## ENTRIES PROVIDED
=== Section Start ===

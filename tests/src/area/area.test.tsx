import { screen, waitFor } from "@testing-library/react";
import userEvent from "@testing-library/user-event";
import { afterEach, expect, test, vi } from "vitest";
import { readSession } from "#shared/api/accounts.ts";
import { importArea, listAreas, searchCrs, type AreaVersion } from "#shared/api/area.ts";
import { readSurvey } from "#shared/api/surveys.ts";
import { askAxes, askCrs, askLayer, askLines, askPlace } from "#shared/area/questions.ts";
import { Problem } from "#shared/problem.ts";
import type { Role } from "#shared/access/table.ts";
import { FakeApi } from "../app/fake-api.ts";
import { area, session, survey } from "../app/fixtures.ts";
import { renderApp } from "../app/render-app.tsx";

vi.mock("../../../src/features/area/AreaSheet.tsx", () => ({
  AreaSheet: ({ area: { number } }: { area: AreaVersion }) => <p>sheet of version {number}</p>,
}));

afterEach(() => {
  vi.unstubAllGlobals();
});

const file = new File(['{"type":"Polygon"}'], "fen.geojson");

function open(roles: Role[], areas: AreaVersion[]) {
  return new FakeApi()
    .on(readSession, () => session())
    .on(readSurvey, () => survey(roles))
    .on(listAreas, () => ({ areas }));
}

async function choose(chosen: File, label = "Drop the boundary file here") {
  await userEvent.upload(await screen.findByLabelText(label, { selector: "input" }), chosen);
}

test("a file without a known system is asked about, and the answer goes out with the same file", async () => {
  const areas: AreaVersion[] = [];
  const api = open(["planner"], areas)
    .on(searchCrs, () => ({ systems: [{ epsg: 25831, name: "ETRS89 / UTM zone 31N", note: "Europe" }] }))
    .on(importArea, ({ body }) => {
      if (body.crs === undefined) throw askCrs("These look like metres, not degrees.", "metres");
      areas.push(area());
      return area();
    })
    .install();
  renderApp("/surveys/s1/area");
  await choose(file);
  await screen.findByRole("heading", { name: "Which grid and zone are these metres in?" });
  screen.getByText("fen.geojson");
  screen.getByText("These look like metres, not degrees.");
  await userEvent.type(screen.getByLabelText("EPSG code or name"), "utm zone 31");
  await userEvent.click(await screen.findByRole("button", { name: /ETRS89 \/ UTM zone 31N/ }));
  await screen.findByText("sheet of version 1");
  const [first, second] = api.named("importArea");
  expect(first?.body).toEqual({});
  expect(second?.body).toEqual({ crs: "EPSG:25831" });
  expect(second?.file?.name).toBe("fen.geojson");
  expect(await second?.file?.text()).toBe('{"type":"Polygon"}');
});

test("an archive with several layers asks for one of them, and keeps an answer given before", async () => {
  const api = open(["planner"], [])
    .on(importArea, ({ body }) => {
      if (body.layer === undefined) throw askLayer(["fen", "roads"]);
      if (body.crs === undefined) throw askCrs("The shapefile has no .prj.", "degrees");
      throw new Problem("area-none", "Found 2 lines, no area.");
    })
    .install();
  renderApp("/surveys/s1/area");
  await choose(new File(["PK"], "layers.zip"));
  await userEvent.click(await screen.findByRole("radio", { name: "roads" }));
  await userEvent.click(screen.getByRole("button", { name: "Read “roads”" }));
  await userEvent.click(await screen.findByRole("button", { name: /WGS 84/ }));
  expect((await screen.findByRole("alert")).textContent).toBe("There is no area in this file. Found 2 lines, no area.");
  expect(api.named("importArea").at(-1)?.body).toEqual({ layer: "roads", crs: "EPSG:4326" });
});

test("an answer that cannot be used is refused, and stays where it was typed", async () => {
  const api = open(["planner"], [])
    .on(importArea, ({ body }) => {
      if (body.crs === undefined) throw askCrs("These look like metres, not degrees.", "metres");
      throw new Problem("crs-unknown", "“+proj=utn” is no projection. Check the text.");
    })
    .install();
  renderApp("/surveys/s1/area");
  await choose(file);
  const text = await screen.findByLabelText("PROJ text or WKT");
  await userEvent.type(text, "+proj=utn");
  await userEvent.click(screen.getByText("Read the file in this system"));
  await screen.findByText("“+proj=utn” is no projection. Check the text.");
  screen.getByDisplayValue("+proj=utn");
  await userEvent.type(screen.getByLabelText("PROJ text or WKT"), " +zone=31");
  await userEvent.click(screen.getByText("Read the file in this system"));
  await waitFor(() => {
    expect(api.named("importArea").map(({ body }) => body)).toEqual([
      {},
      { crs: "+proj=utn" },
      { crs: "+proj=utn +zone=31" },
    ]);
  });
});

test("a refused file is refused by name with the next step, and stays chosen", async () => {
  open(["planner"], [])
    .on(importArea, () => {
      throw new Problem("file-unknown", "This is an image (PNG). Boundaries are read from GeoJSON.");
    })
    .install();
  renderApp("/surveys/s1/area");
  await choose(new File(["PNG"], "photo.geojson"));
  expect((await screen.findByRole("alert")).textContent).toBe(
    "This kind of file is not read. This is an image (PNG). Boundaries are read from GeoJSON.",
  );
  screen.getByText("photo.geojson");
  screen.getByText(/, refused$/);
  screen.getByRole("button", { name: "Choose another file" });
});

test("a lost connection offers to send the same file again", async () => {
  let lost = true;
  const areas: AreaVersion[] = [];
  open(["planner"], areas)
    .on(importArea, () => {
      if (lost) throw new Problem("unreachable", "Check the network.");
      areas.push(area());
      return area();
    })
    .install();
  renderApp("/surveys/s1/area");
  await choose(file);
  const again = await screen.findByRole("button", { name: "Send it again" });
  lost = false;
  await userEvent.click(again);
  await screen.findByText("sheet of version 1");
});

test("swapped coordinates show both places", async () => {
  const api = open(["planner"], [])
    .on(importArea, () => {
      throw askAxes("Latitude 112 is no latitude.", null, { lng: -2.5, lat: 51.56 });
    })
    .install();
  renderApp("/surveys/s1/area");
  await choose(file);
  await screen.findByRole("heading", { name: "Are longitude and latitude exchanged?" });
  screen.getByText("no place on the Earth");
  screen.getByText("51.560000° N, 2.500000° W");
  await userEvent.click(screen.getByRole("button", { name: "Yes, it lies at the second place" }));
  await waitFor(() => {
    expect(api.named("importArea").at(-1)?.body).toEqual({ axes: "exchanged" });
  });
});

test("a file of lines asks which to close, and says how far their ends lie apart", async () => {
  const api = open(["planner"], [])
    .on(importArea, ({ body }) => {
      if (body.lines !== undefined) throw new Problem("rings-cross", "The boundary crosses itself. Move the corners.");
      throw askLines([
        { name: "walk round the fen", vertices: 214, gap: "its ends lie 12 m apart" },
        { name: "way home", vertices: 9, gap: "its ends lie 4100 m apart" },
      ]);
    })
    .install();
  renderApp("/surveys/s1/area");
  await choose(new File(["<gpx>"], "walk.gpx"));
  await screen.findByText("214 vertices; its ends lie 12 m apart.");
  expect(screen.getByRole<HTMLButtonElement>("button", { name: "Choose a line first" }).disabled).toBe(true);
  await userEvent.click(screen.getByRole("checkbox", { name: "walk round the fen" }));
  await userEvent.click(screen.getByRole("button", { name: "Close 1 line" }));
  await screen.findByText("The boundary crosses itself. Move the corners.", { exact: false });
  expect(api.named("importArea").at(-1)?.body).toEqual({ lines: [0] });
});

test("a boundary that crosses itself names the place", async () => {
  open(["planner"], [])
    .on(importArea, () => {
      throw askPlace("rings-cross", "The boundary crosses itself. Move the corners apart.", {
        lng: 14.255,
        lat: 51.554,
      });
    })
    .install();
  renderApp("/surveys/s1/area");
  await choose(file);
  await screen.findByText("The boundary crosses itself. Move the corners apart.");
  screen.getByText("51.554000° N, 14.255000° E");
  screen.getByText(/, refused$/);
});

test("the report tells what was found, how the system was known and what was left aside", async () => {
  open(["planner"], [area()]).install();
  renderApp("/surveys/s1/area");
  await screen.findByText("1 polygon, 4 vertices.");
  screen.getByText(/GeoJSON is in WGS 84 \(RFC 7946\)\./);
  screen.getByText("3 features without a shape were passed over.");
  screen.getByText("Nothing had to be mended.");
  expect(screen.getByRole("link", { name: "Original file" }).getAttribute("href")).toBe(
    "/api/surveys/s1/areas/ar1/file",
  );
  expect(screen.getByRole("link", { name: /Lay cells over/ }).getAttribute("href")).toBe("/surveys/s1/frame");
});

test.each([["lead"], ["auditor"]] as const)("the %s reads the report and has nothing to press", async (role) => {
  open([role], [area()]).install();
  renderApp("/surveys/s1/area");
  await screen.findByText("1 polygon, 4 vertices.");
  expect(screen.queryByRole("button", { name: "Replace…" })).toBeNull();
  expect(screen.queryByRole("link", { name: /Lay cells over/ })).toBeNull();
  expect(document.querySelector('input[type="file"]')).toBeNull();
});

test("without a boundary the auditor is told who imports it", async () => {
  open(["auditor"], []).install();
  renderApp("/surveys/s1/area");
  await screen.findByText("There is no study area yet. A planner of the survey imports it.");
});

test("an earlier version can be shown again", async () => {
  open(["planner"], [area({ id: "ar2", number: 2 }), area()]).install();
  renderApp("/surveys/s1/area");
  await screen.findByText("sheet of version 2");
  await userEvent.click(screen.getByRole("button", { name: "Show" }));
  await screen.findByText("sheet of version 1");
  screen.getByText("version 1, not the newest");
});

test("another boundary can be begun and left without losing the one that is there", async () => {
  open(["planner"], [area()]).install();
  renderApp("/surveys/s1/area");
  await userEvent.click(await screen.findByRole("button", { name: "Replace…" }));
  await userEvent.click(screen.getByRole("button", { name: "Keep the boundary that is there" }));
  await waitFor(() => {
    screen.getByText("1 polygon, 4 vertices.");
  });
});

=== Section End ===

## EXERCISE AIM
The lines above, from the start of the records through the one containing "expect, test, vi", are to be printed exactly, and nothing else is to be included.

## TASK ANSWER
filename tests/src/area/area.test.tsx
import { screen, waitFor } from "@testing-library/react";
import userEvent from "@testing-library/user-event";
import { afterEach, expect, test, vi } from "vitest";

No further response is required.